SPD-Vormann und Fraktionschef Sebastian Maier hatte bei der Programmversammlung der Genossen verkündet, dass es für ihn keine Zusammenarbeit mit der CDU geben werde. Grund seien nicht nur Äußerungen von Unionsfraktionschef Martin Fischer zur Flüchtlingspolitik, sondern auch, dass sich auf Platz 10 der Unionsliste mit Christoph Stückenschneider jemand befinde, der im Bürgermeisterwahlkampf erklärter Unterstützer der parteilosen Bürgermeisterin Monika Böttcher gewesen sei.

„Die CDU hat ihren eigenen Kandidaten Markus Heber so was von im Regen stehen lassen. Normalerweise gehen uns Personalentscheidungen anderer Parteien nichts an, aber das war unanständig. Die CDU kann für uns kein verlässlicher Partner sein.“ Zudem habe Stückenschneider, der kein CDU-Mitglied ist, sich öffentlich abfällig über die ehrenamtlichen Stadtverordneten geäußert, die hätten „Profilneurosen“. Das ärgert auch Stadtverordnetenvorsteher Karl-Heinz Kaiser (SPD): „Er sagte sinngemäß, die Stadtverordneten seien alle Idioten und bewirbt sich nun darum, selbst einer zu werden.“ Stückenschneiders Kandidatur hatte übrigens auch CDU-intern für Irritationen gesorgt.
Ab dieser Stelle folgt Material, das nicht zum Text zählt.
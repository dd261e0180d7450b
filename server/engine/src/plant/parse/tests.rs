use super::*;
use crate::plant::{FluidKind, GivenSigma, GivenValue, HypothesisKind, PhaseHint, SettingValue, Spread};
use crate::quantity::{Dimension, Unit};

const SOUND: &str = r#"format = 1

[plant]
name = "Skerrow Point unit 1"
time_zone = "Europe/Oslo"
surroundings = { pressure = "1.013 bar", temperature = "15 degC" }
units = { mass_flow = "kg/s" }

[fluids.thermal_oil]
kind = "liquid"
density = "870 kg/m3"
specific_heat = "1.9 kJ/(kg.K)"

[streams.main_steam]
fluid = "water"
from = "boiler.steam"
to = "hp_turbine.inlet"
phase = "vapour"
area = "500 cm2"
elevation = "-2 m"

[streams.exhaust]
fluid = "water"
from = "hp_turbine.outlet"

[streams.feedwater]
fluid = "water"
to = "boiler.feedwater"
reversible = true

[equipment.boiler]
kind = "boiler"
closes = ["mass"]

[equipment.hp_turbine]
kind = "turbine"
sections = ["a", "b"]
stages = 12
wet = true

[equipment.generator]
kind = "generator"

[tags.FT-1001]
reads = "main_steam.mass_flow"
unit = "t/h"
accuracy = ["0.6 %", "0.2 % span", "1 kg/s"]
span = [0, 450]
repeatability = "0.15 %"
description = "Main steam flow, venturi"
typical = 360
cut_off = "5 t/h"
offset = "-0.8 t/h"
factor = 0.988
hold = "36 h"
counter = { roll_over = 1_000_000 }
fault_rate = 0.1

[tags.PT-2001]
reads = "exhaust.pressure"
unit = "mbar vac"
sigma = "2 mbar"
span = [0, 1000]
typical = 950
offset = "1 mbar"
water_leg = "3.2 m"

[tags.10LBA10CT001]
unit = "degC"

[tags.QT-3001]
reads = "exhaust.quality"
unit = "%"
sigma = "0.3 pp"

[shared.FE-1001]
tags = ["FT-1001", "PT-2001"]
sigma = "0.4 %"

[given]
"boiler.heat_loss" = { value = "1.2 MW", sigma = "0.4 MW" }
"hp_turbine.heat_loss" = "0 kW"
"generator.efficiency" = { value = "98.5 %", sigma = "0.3 pp" }
"boiler.efficiency" = { value = 0.91, sigma = "2 %" }
"exhaust.quality" = 0.98
"main.loss" = "unknown"

[shafts.main]
members = ["hp_turbine", "generator"]

[indicators.gross_heat_rate]
formula = "main_steam.mass_flow * (main_steam.enthalpy - feedwater.enthalpy) / generator.electric_power"
unit = "kJ/kWh"

[search]
hypotheses = ["bias", "loss"]
fault_rate = 0.03
bias_size = 8

[steady]
period = "30 min"
watch = ["FT-1001"]
"#;

fn sound() -> Plant {
    parse(SOUND).unwrap()
}

#[test]
fn the_site_is_read() {
    let plant = sound();
    assert_eq!(plant.name.value, "Skerrow Point unit 1");
    assert_eq!(plant.time_zone.value, "Europe/Oslo");
    assert_eq!((plant.surroundings.pressure, plant.surroundings.temperature), (1.013 * 1e5, 288.15));
    assert_eq!(plant.display_units, [(Dimension::MASS_FLOW, Unit::parse("kg/s").unwrap())]);
    let FluidKind::Liquid { density, specific_heat } = plant.fluids[0].kind else { panic!() };
    assert_eq!((density, specific_heat), (870.0, 1900.0));
}

#[test]
fn the_smallest_plant_file_has_the_documented_defaults() {
    let plant = parse("format = 1\n[plant]\nname = \"A\"").unwrap();
    assert_eq!(plant.time_zone.value, "UTC");
    assert_eq!((plant.surroundings.pressure, plant.surroundings.temperature), (101_325.0, 288.15));
    assert_eq!(plant.search.hypotheses.len(), 4);
    assert_eq!((plant.search.fault_rate, plant.search.bias_size), (0.02, 10.0));
    assert_eq!(plant.steady.period, 3600.0);
    assert!(plant.steady.watch.is_empty() && plant.tags.is_empty());
}

/// SHA-256 of the empty text and of `abc`: FIPS 180-4 examples (from memory).
#[test]
fn the_revision_is_the_hash_of_the_text() {
    assert_eq!(revision(""), "e3b0c44298fc1c149afbf4c8996fb92427ae41e4649b934ca495991b7852b855");
    assert_eq!(revision("abc"), "ba7816bf8f01cfea414140de5dae2223b00361a396177a9cb410ff61f20015ad");
    assert_eq!(sound().revision, revision(SOUND));
}

#[test]
fn streams_and_equipment_keep_the_order_of_the_file() {
    let plant = sound();
    let names: Vec<&str> = plant.streams.iter().map(|stream| stream.name.value.as_str()).collect();
    assert_eq!(names, ["main_steam", "exhaust", "feedwater"]);
    let steam = &plant.streams[0];
    assert_eq!(steam.from.as_ref().unwrap().value.equipment, "boiler");
    assert_eq!(steam.to.as_ref().unwrap().value.port, "inlet");
    assert_eq!(steam.phase.as_ref().unwrap().value, PhaseHint::Vapour);
    assert!((steam.area.as_ref().unwrap().value - 0.05).abs() < 1e-15);
    assert_eq!(steam.elevation.as_ref().unwrap().value, -2.0);
    assert!(plant.streams[1].to.is_none() && plant.streams[2].reversible);
    assert!(plant.equipment[0].closes_mass && !plant.equipment[0].closes_energy);
    let settings: Vec<_> =
        plant.equipment[1].settings.iter().map(|setting| setting.key.value.as_str()).collect();
    assert_eq!(settings, ["sections", "stages", "wet"]);
    assert_eq!(plant.equipment[1].settings[1].value.value, SettingValue::Number(12.0));
    assert_eq!(plant.shafts[0].members[1].value, "generator");
}

#[test]
fn a_tag_is_in_si_and_its_accuracy_is_one_sigma() {
    let plant = sound();
    let tag = &plant.tags[0];
    assert_eq!(tag.name.value, "FT-1001");
    let expected = [
        Spread::OfReading(0.006 / 1.959964),
        Spread::OfSpan(0.002 / 1.959964),
        Spread::Absolute(1.0 / 1.959964),
    ];
    assert_eq!(tag.sigma, expected);
    assert_eq!(tag.repeatability, Some(Spread::OfReading(0.0015)));
    assert_eq!(tag.span.as_ref().unwrap().value, [0.0, 125.0]);
    assert!((tag.typical.unwrap() - 100.0).abs() < 1e-12);
    assert!((tag.offset + 0.8 / 3.6).abs() < 1e-12);
    assert_eq!((tag.factor, tag.hold, tag.roll_over), (0.988, Some(129_600.0), Some(1e6)));
    assert_eq!(tag.fault_rate, Some(0.1));
    assert_eq!(tag.description, "Main steam flow, venturi");
}

#[test]
fn a_vacuum_counts_downwards() {
    let plant = sound();
    let tag = &plant.tags[1];
    assert_eq!(tag.sigma, [Spread::Absolute(200.0)]);
    assert_eq!(tag.span.as_ref().unwrap().value, [-100_000.0, 0.0]);
    assert_eq!(tag.typical, Some(-95_000.0));
    assert_eq!(tag.offset, -100.0);
    assert_eq!(tag.water_leg, Some(3.2));
}

#[test]
fn a_tag_that_reads_nothing_needs_no_accuracy() {
    let plant = sound();
    assert!(plant.tags[2].reads.is_none() && plant.tags[2].sigma.is_empty());
    assert_eq!(plant.tags[2].factor, 1.0);
    assert_eq!(plant.tags[3].sigma, [Spread::Absolute(0.003)]);
}

#[test]
fn givens_are_exact_soft_or_unknown() {
    let plant = sound();
    let value = |name: &str| &plant.givens.iter().find(|given| given.quantity.value == name).unwrap().value;
    let GivenValue::Soft { value: loss, sigma } = value("boiler.heat_loss") else { panic!() };
    assert_eq!(loss.value.si(), 1.2e6);
    assert!(matches!(sigma.value, GivenSigma::Absolute(amount) if amount.si() == 4e5));
    assert!(matches!(value("hp_turbine.heat_loss"), GivenValue::Exact(amount) if amount.value.si() == 0.0));
    assert!(
        matches!(value("boiler.efficiency"), GivenValue::Soft { sigma, .. } if sigma.value == GivenSigma::OfValue(0.02))
    );
    assert!(matches!(value("exhaust.quality"), GivenValue::Exact(amount) if amount.value.unit == Unit::ONE));
    assert_eq!(*value("main.loss"), GivenValue::Unknown);
    assert_eq!(plant.search.hypotheses, [HypothesisKind::Bias, HypothesisKind::Loss]);
    assert_eq!(plant.steady.period, 1800.0);
}

#[test]
fn the_span_of_a_formula_covers_the_text_inside_the_quotes() {
    let formula = &sound().indicators[0].formula;
    assert_eq!(SOUND[formula.span.start..formula.span.end], formula.value);
    let text = SOUND
        .replace("\"main_steam.mass_flow *", "'''\nmain_steam.mass_flow *")
        .replace("_power\"\nunit", "_power'''\nunit");
    let formula = &parse(&text).unwrap().indicators[0].formula;
    assert_eq!(text[formula.span.start..formula.span.end], formula.value);
}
Fischer: Vetternwirtschaft

Fischer, der auch Geschäftsführer der Main-Kinzig-CDU ist, ist seinerseits „stinksauer“, seit er den Namen Boris Kreuter auf Platz 15 der SPD-Liste entdeckte. Der Filmemacher und Regisseur macht seit 2012 in Zusammenarbeit mit Kindern und Jugendlichen ehrenamtlich das Stadtparlamentsfernsehen in Maintal, das nun nach jüngstem Stadtverordnetenbeschluss ausgebaut werden soll. Ebenfalls beschlossen: Kreuter bekommt dafür 19 000 Euro pro Jahr. Das Parlaments-TV war von der Stadt Maintal zwar ausgeschrieben worden, Kreuter aber übriggeblieben nachdem andere Bewerber wieder absprangen.

Fischer sieht darin „Vetternwirtschaft“. „Nichts gegen Boris Kreuter, jeder kann kandidieren, aber die SPD hat das gewusst und verschwiegen, um den Beschluss für die Förderung noch in der Stadtparlamentsitzung im Dezember unbedingt durchzudrücken. Die haben uns verschaukelt.“ Zweifelhaft ist für den CDU-Fraktionschef außerdem, dass jemand über ein Gremium berichtet, dem er möglicherweise bald selbst angehört.

Kreuter bleibt gelassen: „Ich muss ja erst einmal gewählt werden. Das eine schließt das andere ja nicht aus. Sollte ich in das Stadtparlament kommen, werde ich das TV natürlich abgeben“, erklärt er. „Man soll nicht mit Steinen schmeißen, wenn man im Glashaus sitzt und keine Themen hat“, kontert Maier in Richtung Fischer. Allen sei das bekannt gewesen.

Mit Blick auf Stückenschneider auf der CDU-Liste räumt Fischer ein, dass „man natürlich den Eindruck haben kann, er habe das Hemd gewechselt“. Und dass einige ein Problem damit hätten. Stückenschneider, der einst schon für Freien Maintaler aktiv war, bestätigt, sich kritisch über „einige Stadtverordnete“ geäußert zu haben. Und: „Ich würde Frau Böttcher wieder unterstützen. Sie war für mich die geeignetere Kandidatin. Man muss unterscheiden zwischen dem Hauptamt der Bürgermeisterin und dem Ehrenamt der Stadtverordneten. Es ist doch egal welche Partei hinter einem Namen steht.“ Er werde auch nicht in die CDU eintreten, obwohl er auf ihrer Liste stehe.